- Task data
━━━━━━

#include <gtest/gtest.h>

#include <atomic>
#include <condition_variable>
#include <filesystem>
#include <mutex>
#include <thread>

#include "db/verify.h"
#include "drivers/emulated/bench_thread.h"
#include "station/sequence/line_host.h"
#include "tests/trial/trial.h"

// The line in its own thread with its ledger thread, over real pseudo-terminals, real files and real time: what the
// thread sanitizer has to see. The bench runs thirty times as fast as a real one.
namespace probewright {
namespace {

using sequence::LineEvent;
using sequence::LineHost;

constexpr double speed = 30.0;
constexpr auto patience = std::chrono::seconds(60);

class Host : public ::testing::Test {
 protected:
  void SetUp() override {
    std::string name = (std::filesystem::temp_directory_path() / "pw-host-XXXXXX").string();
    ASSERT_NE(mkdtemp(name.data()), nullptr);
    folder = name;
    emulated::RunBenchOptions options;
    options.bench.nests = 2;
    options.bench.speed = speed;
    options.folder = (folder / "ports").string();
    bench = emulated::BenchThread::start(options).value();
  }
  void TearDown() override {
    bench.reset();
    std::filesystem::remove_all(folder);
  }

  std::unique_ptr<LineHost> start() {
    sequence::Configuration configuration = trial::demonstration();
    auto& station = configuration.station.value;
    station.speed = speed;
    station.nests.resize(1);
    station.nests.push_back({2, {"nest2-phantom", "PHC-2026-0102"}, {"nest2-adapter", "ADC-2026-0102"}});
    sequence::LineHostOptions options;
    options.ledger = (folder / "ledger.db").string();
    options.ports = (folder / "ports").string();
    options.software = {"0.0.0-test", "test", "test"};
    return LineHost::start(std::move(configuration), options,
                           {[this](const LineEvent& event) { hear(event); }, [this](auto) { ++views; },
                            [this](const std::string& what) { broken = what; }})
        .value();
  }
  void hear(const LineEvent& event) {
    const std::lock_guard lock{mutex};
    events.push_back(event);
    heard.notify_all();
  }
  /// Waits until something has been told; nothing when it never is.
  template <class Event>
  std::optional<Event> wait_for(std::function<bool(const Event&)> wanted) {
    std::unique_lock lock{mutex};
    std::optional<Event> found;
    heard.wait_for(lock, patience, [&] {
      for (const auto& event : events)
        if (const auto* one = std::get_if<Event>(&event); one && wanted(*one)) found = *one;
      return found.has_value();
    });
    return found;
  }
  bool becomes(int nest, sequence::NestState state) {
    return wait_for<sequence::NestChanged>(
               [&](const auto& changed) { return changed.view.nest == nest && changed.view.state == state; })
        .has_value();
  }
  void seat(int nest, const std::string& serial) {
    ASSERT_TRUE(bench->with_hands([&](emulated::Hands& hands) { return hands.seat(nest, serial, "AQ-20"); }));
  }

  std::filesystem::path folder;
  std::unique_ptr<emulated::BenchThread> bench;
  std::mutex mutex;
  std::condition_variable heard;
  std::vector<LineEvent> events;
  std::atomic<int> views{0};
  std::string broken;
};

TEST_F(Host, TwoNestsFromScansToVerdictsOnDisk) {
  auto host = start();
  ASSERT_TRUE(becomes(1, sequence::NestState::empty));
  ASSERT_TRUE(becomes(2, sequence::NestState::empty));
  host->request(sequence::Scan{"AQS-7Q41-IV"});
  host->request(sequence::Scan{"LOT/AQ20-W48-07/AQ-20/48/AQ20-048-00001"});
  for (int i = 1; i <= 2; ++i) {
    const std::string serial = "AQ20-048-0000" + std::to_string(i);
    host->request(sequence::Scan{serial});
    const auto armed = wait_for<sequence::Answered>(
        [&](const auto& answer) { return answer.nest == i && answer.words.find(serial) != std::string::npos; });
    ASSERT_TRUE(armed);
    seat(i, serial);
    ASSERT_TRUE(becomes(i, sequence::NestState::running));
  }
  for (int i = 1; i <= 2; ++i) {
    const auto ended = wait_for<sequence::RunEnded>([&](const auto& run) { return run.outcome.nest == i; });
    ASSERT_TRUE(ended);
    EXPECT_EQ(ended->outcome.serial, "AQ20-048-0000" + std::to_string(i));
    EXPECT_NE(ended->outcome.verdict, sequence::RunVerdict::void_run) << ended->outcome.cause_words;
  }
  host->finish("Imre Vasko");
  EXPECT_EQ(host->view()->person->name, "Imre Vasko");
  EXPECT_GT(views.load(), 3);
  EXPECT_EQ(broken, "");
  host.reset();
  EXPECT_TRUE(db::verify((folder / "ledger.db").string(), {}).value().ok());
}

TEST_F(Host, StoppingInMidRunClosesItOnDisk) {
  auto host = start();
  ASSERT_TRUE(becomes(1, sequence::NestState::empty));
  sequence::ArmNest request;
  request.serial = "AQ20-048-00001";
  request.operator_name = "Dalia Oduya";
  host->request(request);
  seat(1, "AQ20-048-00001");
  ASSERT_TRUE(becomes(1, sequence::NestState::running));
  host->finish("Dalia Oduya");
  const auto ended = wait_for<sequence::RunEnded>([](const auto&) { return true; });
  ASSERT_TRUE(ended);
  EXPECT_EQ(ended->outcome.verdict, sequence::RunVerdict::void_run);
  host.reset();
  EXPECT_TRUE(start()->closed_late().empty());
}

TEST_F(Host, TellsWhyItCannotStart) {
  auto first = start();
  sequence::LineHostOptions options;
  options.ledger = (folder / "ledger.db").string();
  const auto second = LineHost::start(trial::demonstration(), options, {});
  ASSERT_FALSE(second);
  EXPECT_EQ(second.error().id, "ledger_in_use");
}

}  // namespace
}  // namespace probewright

━━━━━━

- Your objective
Lines above with "running" in them are the ones to copy.

- Problem solution
    ASSERT_TRUE(becomes(i, sequence::NestState::running));
  ASSERT_TRUE(becomes(1, sequence::NestState::running));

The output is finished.